Your objective —
Produce as output only the lines below starting at the line with "given = os.environ.get(CACHE_ENV)" and continuing through the line with "stack = np.ascontiguousarray(np.load(path, allow_pickle=False))", each one exactly as written.
══ Supplied entries ══
"""A file cache of the kernel's stacked load tables (``denude.core.lookup.stacked_tables``).

Building the tables solves the equilibria on 181 x 401 nodes per mineral (about 0.1 s of
Python, on the critical path of every run's start, in every batch worker process). The cache
keeps them as ``.npy`` files (one float32 array; its grid is this code's, so part of the key)
keyed on the SHA-256 of the chemistry mode, the package and numpy versions, the machine
architecture and the source of every module of ``denude.core`` (any change to the numerics
makes a new key, so a stale table is never read) and seeds the core's in-process table with
them.

Where: ``$DENUDE_CACHE_DIR``, else ``$XDG_CACHE_HOME/denude``, else ``~/.cache/denude``;
``DENUDE_CACHE_DIR=off`` disables it. Files are written under a temporary name and renamed,
so concurrent runs never read half a file; any failure to read or write falls back to
building the tables in memory (a cache can only save time, never change a number: tested
bit for bit against a fresh build).
"""

from __future__ import annotations

import functools
import hashlib
import os
import platform
import tempfile
from pathlib import Path

import numpy as np

import denude
from denude.core import lookup

#: Environment variable naming the cache folder ("off": no file cache).
CACHE_ENV = "DENUDE_CACHE_DIR"
#: Format of the cached file; bumped when its layout changes.
_FORMAT = 1


def cache_dir() -> Path | None:
    """The cache folder, or None when the cache is off."""
    given = os.environ.get(CACHE_ENV)
    if given is not None:
        return None if given.strip().lower() in ("", "off", "0", "none") else Path(given)
    base = os.environ.get("XDG_CACHE_HOME") or os.path.join(os.path.expanduser("~"), ".cache")
    return Path(base) / "denude"


@functools.lru_cache(maxsize=None)
def _core_sources_sha256() -> str:
    core = Path(lookup.__file__).parent
    digest = hashlib.sha256()
    for path in sorted(core.glob("*.py")):
        digest.update(path.name.encode())
        digest.update(path.read_bytes())
    return digest.hexdigest()


def table_key(chemistry: str) -> str:
    """SHA-256 (hex) naming the cached tables of ``chemistry`` for this code."""
    digest = hashlib.sha256()
    for part in (str(_FORMAT), denude.__version__, np.__version__, platform.machine(), chemistry,
                 _core_sources_sha256()):
        digest.update(part.encode() + b"\0")
    return digest.hexdigest()


def table_path(chemistry: str) -> Path | None:
    folder = cache_dir()
    return None if folder is None else folder / f"load_tables_{chemistry}_{table_key(chemistry)[:24]}.npy"


def prime_tables(chemistry: str) -> str:
    """Make ``lookup.stacked_tables(chemistry)`` ready in this process: from the file cache
    when it holds this code's tables, else built and stored for the next run. Returns how:
    'memory' (already built here), 'file', 'built' or 'built (cache off)'."""
    if lookup.has_stacked_tables(chemistry):
        return "memory"
    path = table_path(chemistry)
    if path is not None:
        cached = _read(path)
        if cached is not None:
            try:
                lookup.seed_stacked_tables(chemistry, cached)
                return "file"
            except ValueError:
                pass        # another layout (a damaged file): built again and replaced below
    stack, _ = lookup.stacked_tables(chemistry)
    if path is None:
        return "built (cache off)"
    _write(path, stack)
    return "built"


def _read(path: Path) -> np.ndarray | None:
    """The stacked tables of a cache file, or None for a missing or damaged one."""
    try:
        stack = np.ascontiguousarray(np.load(path, allow_pickle=False))
    except Exception:     # any damage (truncated, foreign file): built again and replaced
        return None
    if stack.dtype != np.float32 or stack.ndim != 3 or not np.all(np.isfinite(stack)):
        return None
    return stack


def _write(path: Path, stack: np.ndarray) -> None:
    try:
        path.parent.mkdir(parents=True, exist_ok=True)
        fd, tmp = tempfile.mkstemp(prefix=f".{path.stem}.", suffix=".tmp", dir=path.parent)
        try:
            with os.fdopen(fd, "wb") as f:
                np.save(f, stack, allow_pickle=False)
            os.replace(tmp, path)
        except BaseException:
            Path(tmp).unlink(missing_ok=True)
            raise
    except OSError:
        pass   # a read-only or full disk: the tables stay in memory for this run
═══
Solution to the exercise —
    given = os.environ.get(CACHE_ENV)
    if given is not None:
        return None if given.strip().lower() in ("", "off", "0", "none") else Path(given)
    base = os.environ.get("XDG_CACHE_HOME") or os.path.join(os.path.expanduser("~"), ".cache")
    return Path(base) / "denude"


@functools.lru_cache(maxsize=None)
def _core_sources_sha256() -> str:
    core = Path(lookup.__file__).parent
    digest = hashlib.sha256()
    for path in sorted(core.glob("*.py")):
        digest.update(path.name.encode())
        digest.update(path.read_bytes())
    return digest.hexdigest()


def table_key(chemistry: str) -> str:
    """SHA-256 (hex) naming the cached tables of ``chemistry`` for this code."""
    digest = hashlib.sha256()
    for part in (str(_FORMAT), denude.__version__, np.__version__, platform.machine(), chemistry,
                 _core_sources_sha256()):
        digest.update(part.encode() + b"\0")
    return digest.hexdigest()


def table_path(chemistry: str) -> Path | None:
    folder = cache_dir()
    return None if folder is None else folder / f"load_tables_{chemistry}_{table_key(chemistry)[:24]}.npy"


def prime_tables(chemistry: str) -> str:
    """Make ``lookup.stacked_tables(chemistry)`` ready in this process: from the file cache
    when it holds this code's tables, else built and stored for the next run. Returns how:
    'memory' (already built here), 'file', 'built' or 'built (cache off)'."""
    if lookup.has_stacked_tables(chemistry):
        return "memory"
    path = table_path(chemistry)
    if path is not None:
        cached = _read(path)
        if cached is not None:
            try:
                lookup.seed_stacked_tables(chemistry, cached)
                return "file"
            except ValueError:
                pass        # another layout (a damaged file): built again and replaced below
    stack, _ = lookup.stacked_tables(chemistry)
    if path is None:
        return "built (cache off)"
    _write(path, stack)
    return "built"


def _read(path: Path) -> np.ndarray | None:
    """The stacked tables of a cache file, or None for a missing or damaged one."""
    try:
        stack = np.ascontiguousarray(np.load(path, allow_pickle=False))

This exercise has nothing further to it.